### What the exercise asks
Go through the material below and copy all lines with "could".

### Source data
BEGIN

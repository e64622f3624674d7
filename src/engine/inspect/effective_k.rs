//! The effective conductivity of the outer insulation layer that reproduces a measured surface:
//! the factor f on the data sheet's k(T) of that layer (f = 1 as designed) such that the solved
//! surface temperature ([`heatloss::solve`]) equals the measured one.
//!
//! The measured surface fixes the loss (convection plus radiation less sun at that temperature,
//! [`heatloss::surface_loss_lean`]); that loss crosses the inside film, the wall and the inner
//! layers as designed, which fixes the inner face of the outer layer, and the outer layer must
//! then carry it: q = f·S·[K(T_in) − K(T_s)] (Kirchhoff transform, see [`crate::engine::layers`]).
//! That gives f directly (`from_loss`), and says when no f > 0 can: a surface that loses no heat
//! (or gains it) while the line is hot, a surface hotter than the inner face (hotter than even a
//! missing outer layer would leave it), or one beyond the process temperature. The answer is then
//! found by the bracketed solver over ln f on the whole solve (the forward model the page shows),
//! starting from a bracket around that value, and reported with its residual in kelvin: so what is
//! reported is the factor at which the full energy balance gives the measured surface.

use crate::engine::error::{finite_result, EngineError, Subject};
use crate::engine::heatloss::{self, Job};
use crate::engine::layers::Construction;
use crate::engine::solve;

/// The factor and its evidence.
#[derive(Debug, Clone, PartialEq)]
pub struct KRatio {
    /// Effective k of the outer layer over the data sheet's, at every temperature.
    pub factor: f64,
    /// Solved surface temperature at `factor` minus the measured one, K.
    pub residual: f64,
    pub iterations: u32,
    /// The factor straight from the conduction carrying the measured loss.
    pub from_loss: f64,
    /// The loss at the measured surface, W/m (cylinder) or W (sphere), outward positive.
    pub loss: f64,
    /// The temperature at the inner face of the outer layer with that loss, K.
    pub inner_face: f64,
}

/// A surface no conductivity of the outer layer can explain: the message names the reading.
fn unexplained(ts: f64, why: &'static str) -> EngineError {
    EngineError::Undefined {
        subject: Subject::Input("Tir"),
        quantity: "surface temperature from the reading",
        value: ts,
        unit: "K",
        why,
    }
}

/// The job with the outer layer's k(T) scaled by `f`.
pub fn scaled(job: &Job, f: f64) -> Job {
    let mut j = job.clone();
    if let Some(l) = j.construction.layers.last_mut() {
        l.k.a *= f;
        l.k.b *= f;
        l.k.c *= f;
    }
    j
}

/// The largest miss, K, between the surface solved with the factor found and the measured one.
const MAX_RESIDUAL: f64 = 0.01;

/// The factor on the outer layer's k that makes the solved surface `ts` (K). `job` is the design:
/// its last layer is the outer insulation (the first is the wall). Errors: a job with no
/// insulation over the wall, or a surface no factor explains (see the module).
pub fn effective_k(job: &Job, ts: f64) -> Result<KRatio, EngineError> {
    let n = job.construction.layers.len();
    if n < 2 {
        return Err(EngineError::Undefined {
            subject: Subject::General,
            quantity: "insulation layers",
            value: 0.0,
            unit: "",
            why: "a bare line has no insulation whose conductivity a reading could tell",
        });
    }
    let s = &job.stream;
    let tp = job.process_temp;
    let d = 2.0 * job.construction.r_out();
    let area = heatloss::outer_area(s.shape, d);
    let l = heatloss::surface_loss_lean(s, d, ts, job.emissivity, job.t_surround)?;
    let q = finite_result(
        "loss at the measured surface",
        l.q_conv + l.q_rad - job.solar * area,
    )?;
    let drive = tp - ts;
    let hot = tp > s.t_inf;
    if (hot && ts >= tp) || (!hot && ts <= tp) {
        return Err(unexplained(
            ts,
            if hot {
                "is at or above the process temperature of a hot line: no insulation explains it (check the emissivities and the reflected temperature)"
            } else {
                "is at or below the process temperature of a cold line: no insulation explains it (check the emissivities and the reflected temperature)"
            },
        ));
    }
    if q == 0.0 || q.signum() != drive.signum() {
        return Err(unexplained(
            ts,
            if hot {
                "would take heat in from the air and surroundings while the line inside is hotter: no insulation explains it (is the surface colder than the air?)"
            } else {
                "would give heat to the air and surroundings while the line inside is colder: no insulation explains it (is the surface warmer than the air?)"
            },
        ));
    }
    // Through the inside film, the wall and the inner layers as designed.
    let g = job.geometry();
    let t_bore = match job.h_inside {
        Some(hi) => tp - q / (hi * g.area(job.construction.r_in)),
        None => tp,
    };
    let inner = Construction {
        layers: job.construction.layers[..n - 1].to_vec(),
        ..job.construction.clone()
    };
    let t_lo = tp.min(ts).min(s.t_inf).min(job.t_surround);
    let t_hi = tp.max(ts).max(s.t_inf).max(job.t_surround);
    let span = (t_lo - 0.5 * (t_hi - t_lo)).max(1.0)..=(t_hi + 0.5 * (t_hi - t_lo));
    job.construction.check(*span.start(), *span.end())?;
    let t_in = inner
        .march(t_bore, q, *span.start(), *span.end())
        .last()
        .copied()
        .unwrap_or(t_bore);
    let outer = job.construction.layers[n - 1];
    let r2 = job.construction.r_out();
    let r1 = r2 - outer.thickness;
    let dk = outer.k.integral(t_in) - outer.k.integral(ts);
    let from_loss = q / (g.shape_factor(r1, r2) * dk);
    if !(from_loss.is_finite() && from_loss > 0.0) || outer.thickness <= 0.0 {
        return Err(unexplained(
            ts,
            if hot {
                "is hotter than even a missing outer layer would leave it at this loss: no insulation explains it (check the emissivities, the reflected temperature and the inner layers)"
            } else {
                "is colder than even a missing outer layer would leave it at this gain: no insulation explains it (check the emissivities, the reflected temperature and the inner layers)"
            },
        ));
    }
    // The whole solve, over u = ln f.
    let mut failure = None;
    let mut f = |u: f64| match heatloss::solve_lean(&scaled(job, u.exp())) {
        Ok(sol) => sol.t_surface - ts,
        Err(e) => {
            failure.get_or_insert(e);
            f64::NAN
        }
    };
    let u0 = from_loss.ln();
    let mut half = 0.02;
    let (mut lo, mut hi) = ((u0 - half, f(u0 - half)), (u0 + half, f(u0 + half)));
    while lo.1.is_finite() && hi.1.is_finite() && lo.1.signum() == hi.1.signum() && half < 8.0 {
        half *= 4.0;
        lo = (u0 - half, f(u0 - half));
        hi = (u0 + half, f(u0 + half));
    }
    let root = solve::bracketed_known_ends(&mut f, (lo.0, Some(lo.1)), (hi.0, Some(hi.1)), 1e-9);
    if let Some(e) = failure {
        return Err(e);
    }
    let root = root.map_err(|_| EngineError::NonFiniteResult {
        quantity: "effective conductivity of the outer layer (no factor within e^±20 of the direct value closes the balance)",
    })?;
    // A bracket that closed onto a jump rather than a root leaves the surface off: refused.
    if root.residual.abs() > MAX_RESIDUAL {
        return Err(EngineError::NonFiniteResult {
            quantity: "effective conductivity of the outer layer (no factor reproduces the measured surface to 0.01 K)",
        });
    }
    Ok(KRatio {
        factor: finite_result("k ratio to the data sheet", root.x.exp())?,
        residual: root.residual,
        iterations: root.iterations,
        from_loss,
        loss: q,
        inner_face: t_in,
    })
}
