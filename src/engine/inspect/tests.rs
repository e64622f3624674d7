//! Checks of the inspection. The band integral and the corrected temperatures against an
//! independent numerical Planck integration are in `tests/it/infrared.rs` (scipy fixture).

use super::radiometry::{self, band_radiance, tail_integral, total_radiation, Caveat, Reading};
use super::*;
use crate::engine::heatloss::tests_support::job;
use crate::engine::heatloss::SIGMA;

const BAND: (f64, f64) = (8e-6, 14e-6);

fn reading(displayed: f64, set: f64, reflected: f64) -> Reading {
    Reading {
        displayed,
        emissivity_set: set,
        reflected,
        band: BAND,
    }
}

/// Source: hand arithmetic of the σT⁴ balance, T_s⁴ = [ε_set·T_d⁴ + (ε_s − ε_set)·T_r⁴]/ε_s.
/// (a) ε_set = 1, ε_s = 0.5, T_d = 300 K, T_r = 200 K: 300⁴ = 8.1×10⁹, 200⁴ = 1.6×10⁹,
///     (8.1×10⁹ − 0.5·1.6×10⁹)/0.5 = 7.3×10⁹/0.5 = 1.46×10¹⁰; √1.46×10¹⁰ = 120 830.46,
///     √120 830.46 = 347.6068 K.
/// (b) bright aluminium: ε_set = 0.95, ε_s = 0.1, T_d = 323.15 K (50 °C), T_r = 293.15 K:
///     0.95·323.15⁴ = 1.035953×10¹⁰, −0.85·293.15⁴ = −6.277381×10⁹, sum 4.082153×10⁹,
///     /0.1 = 4.082153×10¹⁰, fourth root 449.4924 K (176.3 °C: the raw reading is 126 K low).
#[test]
fn total_radiation_form_matches_hand_arithmetic() {
    let a = total_radiation(&reading(300.0, 1.0, 200.0), 0.5).unwrap();
    assert!((a - 347.6068).abs() < 5e-4, "{a}");
    let b = total_radiation(&reading(323.15, 0.95, 293.15), 0.1).unwrap();
    assert!((b - 449.4924).abs() < 5e-4, "{b}");
    // The engine's corrected reading carries the same number as its cross-check.
    let c = radiometry::correct(&reading(323.15, 0.95, 293.15), 0.1).unwrap();
    assert!((c.total_radiation - 449.4924).abs() < 5e-4);
}

/// Source: the Stefan–Boltzmann law is Planck's law over all wavelengths (textbook identity,
/// from memory): π·L_total = σT⁴, with ∫₀^∞ x³/(eˣ − 1) dx = π⁴/15. A band from 0.05 µm to
/// 1 mm at 1000 K holds all of it but the long-wave tail ∫₀ˣ t³/(eᵗ − 1) dt ≈ x³/3 at
/// x = c₂/(1 mm · 1000 K) = 0.0144 (1.5×10⁻⁷ of the whole); the short-wave one is e⁻²⁸⁸.
#[test]
fn a_very_wide_band_holds_the_stefan_boltzmann_total() {
    let t = 1000.0;
    let x_long = radiometry::C2 / (1e-3 * t);
    let missing = x_long.powi(3) / 3.0 / (std::f64::consts::PI.powi(4) / 15.0);
    let l = band_radiance(t, (0.05e-6, 1e-3));
    let want = SIGMA * t.powi(4) / std::f64::consts::PI * (1.0 - missing);
    assert!((l / want - 1.0).abs() < 1e-6, "{l} vs {want}");
    // And the series itself at x → small: ∫ₓ^∞ = π⁴/15 − x³/3 + O(x⁴).
    let whole = std::f64::consts::PI.powi(4) / 15.0;
    assert!((tail_integral(1e-3) + 1e-9 / 3.0 - whole).abs() < 1e-8);
}

/// Source: the balance itself, read backwards — a surface at a known temperature, its signal as
/// an instrument set to ε_set would show it (computed here from the signal by a plain bisection
/// on the band radiance, not the engine's solver), then corrected: the known temperature back.
#[test]
fn a_known_surface_comes_back_from_its_reading() {
    for (ts, es, set, tr) in [
        (450.0, 0.1, 0.95, 293.15),
        (330.0, 0.9, 1.0, 280.0),
        (250.0, 0.3, 0.95, 300.0),
    ] {
        let s = es * band_radiance(ts, BAND) + (1.0 - es) * band_radiance(tr, BAND);
        let want = (s - (1.0 - set) * band_radiance(tr, BAND)) / set;
        let (mut lo, mut hi) = (50.0f64, 2000.0f64);
        for _ in 0..200 {
            let mid = 0.5 * (lo + hi);
            if band_radiance(mid, BAND) < want {
                lo = mid;
            } else {
                hi = mid;
            }
        }
        let c = radiometry::correct(&reading(0.5 * (lo + hi), set, tr), es).unwrap();
        assert!((c.surface - ts).abs() < 1e-7, "{ts}: {}", c.surface);
    }
}

#[test]
fn bright_aluminium_is_flagged_and_painted_steel_is_not() {
    let alu = radiometry::correct(&reading(323.15, 0.95, 293.15), 0.1).unwrap();
    assert!(!alu.reliable());
    assert!(
        alu.caveats.contains(&Caveat::LowEmissivity)
            && alu.caveats.contains(&Caveat::LargeCorrection)
    );
    assert!(alu.correction > 50.0, "{}", alu.correction);
    let painted = radiometry::correct(&reading(333.15, 0.95, 293.15), 0.93).unwrap();
    assert!(painted.reliable(), "{:?}", painted.caveats);
    assert!(painted.sensitivity.unwrap() < 5.0);
    // A lower emissivity means a hotter surface behind the same reading above the reflection.
    assert!(
        alu.at_lower_emissivity.unwrap() > alu.surface && alu.at_higher_emissivity < alu.surface
    );
}

/// Near the reflected temperature, only a surface that reflects much is flagged: a painted
/// jacket (ε 0.95) read at 25 °C among 20 °C surroundings gets 95 % of its signal from itself
/// (0.95·L(T_s) of about L(T_s)), and a 5 K error in the reflected temperature moves the answer by
/// about (1 − ε)/ε·5 K = 0.26 K; a dull metal (ε 0.3) at the same contrast gets over a fifth of
/// its signal by reflection.
#[test]
fn near_the_reflected_temperature_only_a_reflective_surface_is_flagged() {
    let painted = radiometry::correct(&reading(298.15, 0.95, 293.15), 0.95).unwrap();
    assert!(painted.reliable(), "{:?}", painted.caveats);
    let dull = radiometry::correct(&reading(298.15, 0.95, 293.15), 0.3).unwrap();
    assert!(
        dull.caveats.contains(&Caveat::NearReflected),
        "{:?}",
        dull.caveats
    );
}

#[test]
fn bad_readings_name_their_field() {
    use crate::engine::error::Subject;
    let key = |e: EngineError| match e {
        EngineError::Undefined {
            subject: Subject::Input(k),
            ..
        } => k,
        other => panic!("{other:?}"),
    };
    let r = reading(320.0, 0.95, 290.0);
    assert_eq!(key(radiometry::correct(&r, 0.0).unwrap_err()), "e");
    assert_eq!(key(radiometry::correct(&r, 1.2).unwrap_err()), "e");
    assert_eq!(
        key(radiometry::correct(
            &Reading {
                emissivity_set: 0.0,
                ..r
            },
            0.9
        )
        .unwrap_err()),
        "eir"
    );
    assert_eq!(
        key(radiometry::correct(
            &Reading {
                band: (14e-6, 8e-6),
                ..r
            },
            0.9
        )
        .unwrap_err()),
        "lb2"
    );
    assert_eq!(
        key(radiometry::correct(
            &Reading {
                band: (8e-6, 8e-6),
                ..r
            },
            0.9
        )
        .unwrap_err()),
        "lb2"
    );
    assert_eq!(
        key(radiometry::correct(&reading(290.0, 0.95, 290.0), 0.9).unwrap_err()),
        "Tir"
    );
    // Below what the reflection alone shows: ε_s < ε_set, a cold reading under hot surroundings.
    assert_eq!(
        key(radiometry::correct(&reading(250.0, 0.95, 400.0), 0.1).unwrap_err()),
        "Tir"
    );
}

/// Source: the forward solve (`heatloss::solve`, the full one) with the outer layer's k scaled
/// by a known factor gives a surface; the inverse must give the factor back (1e-6 relative).
#[test]
fn known_k_factors_come_back_from_their_surfaces() {
    for emissivity in [0.9, 0.1] {
        let design = job(0.05, emissivity);
        for f in [0.5, 1.0, 2.0, 5.0] {
            let ts = heatloss::solve(&effective_k::scaled(&design, f))
                .unwrap()
                .t_surface;
            let k = effective_k(&design, ts).unwrap();
            assert!(
                (k.factor / f - 1.0).abs() < 1e-6,
                "ε {emissivity}, f {f}: {}",
                k.factor
            );
            assert!(k.residual.abs() < 1e-6, "{}", k.residual);
            // The direct value from the conduction carrying the measured loss agrees.
            assert!((k.from_loss / f - 1.0).abs() < 1e-6, "{}", k.from_loss);
        }
    }
    // With an inside film and two layers (the inner one as designed).
    let mut two = job(0.04, 0.9);
    two.h_inside = Some(800.0);
    let mut outer = two.construction.layers[1];
    outer.thickness = 0.03;
    outer.k.a = 0.045;
    two.construction.layers.push(outer);
    for f in [0.5, 2.0, 5.0] {
        let ts = heatloss::solve(&effective_k::scaled(&two, f))
            .unwrap()
            .t_surface;
        let k = effective_k(&two, ts).unwrap();
        assert!(
            (k.factor / f - 1.0).abs() < 1e-6,
            "two layers, f {f}: {}",
            k.factor
        );
    }
}

#[test]
fn surfaces_no_insulation_explains_are_messages() {
    let design = job(0.05, 0.9);
    let why = |ts: f64| match effective_k(&design, ts).unwrap_err() {
        EngineError::Undefined { why, .. } => why,
        other => panic!("{other:?}"),
    };
    // Hotter than the process (453.15 K).
    assert!(why(460.0).contains("process temperature"));
    // Colder than the air (278.15 K) and surroundings (268.15 K) of a hot line.
    assert!(why(260.0).contains("take heat in"));
    // Hotter than a bare pipe at its own loss: a missing outer layer could not leave it there.
    assert!(why(452.9).contains("missing outer layer"), "{}", why(452.9));
    // A bare line.
    let mut bare = design.clone();
    bare.construction.layers.truncate(1);
    assert!(effective_k(&bare, 300.0).is_err());
}

/// The whole inspection of an invented steam line under a weathered aluminium jacket (ε 0.3),
/// read at 20 °C with the instrument at 0.95: the corrected surface is far hotter, and the
/// ranges hold the answer.
#[test]
fn an_inspection_holds_together() {
    let design = job(0.05, 0.3);
    let terms = Terms {
        run: 10.0,
        hours: 8000.0,
        efficiency: 0.85,
        price: 0.05 / 3.6e6,
        accuracy: DEFAULT_ACCURACY,
        emissivity_uncertainty: DEFAULT_EMISSIVITY_UNCERTAINTY,
    };
    let r = Reading {
        displayed: 293.15,
        emissivity_set: 0.95,
        reflected: 268.15,
        band: BAND,
    };
    let i = inspect(&design, &r, &terms).unwrap();
    assert!(
        i.corrected.surface > 293.15 + 30.0,
        "{}",
        i.corrected.surface
    );
    assert!(i.k.factor > 1.0);
    assert_eq!(i.condition, Condition::from_ratio(i.k.factor));
    assert!((i.excess - (i.actual - i.design)).abs() < 1e-9 * i.actual.abs());
    assert!((i.excess_total - 10.0 * i.excess).abs() < 1e-9 * i.excess_total.abs());
    let g = &i.ranges;
    assert_eq!((g.corners, g.unexplained), (8, 0));
    assert!(g.surface.lo <= i.corrected.surface && i.corrected.surface <= g.surface.hi);
    assert!(g.k_ratio.lo < i.k.factor && i.k.factor < g.k_ratio.hi);
    assert!(g.excess_cost.lo < i.excess_cost && i.excess_cost < g.excess_cost.hi);
    assert!(g.convection.0 <= 1.0 && g.convection.1 >= 1.0);
    // Thresholds as documented.
    assert_eq!(Condition::from_ratio(1.3), Condition::AsDesigned);
    assert_eq!(Condition::from_ratio(1.31), Condition::Degraded);
    assert_eq!(Condition::from_ratio(2.6), Condition::Failed);
}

END

### Output below
            why: "a bare line has no insulation whose conductivity a reading could tell",
    // Hotter than a bare pipe at its own loss: a missing outer layer could not leave it there.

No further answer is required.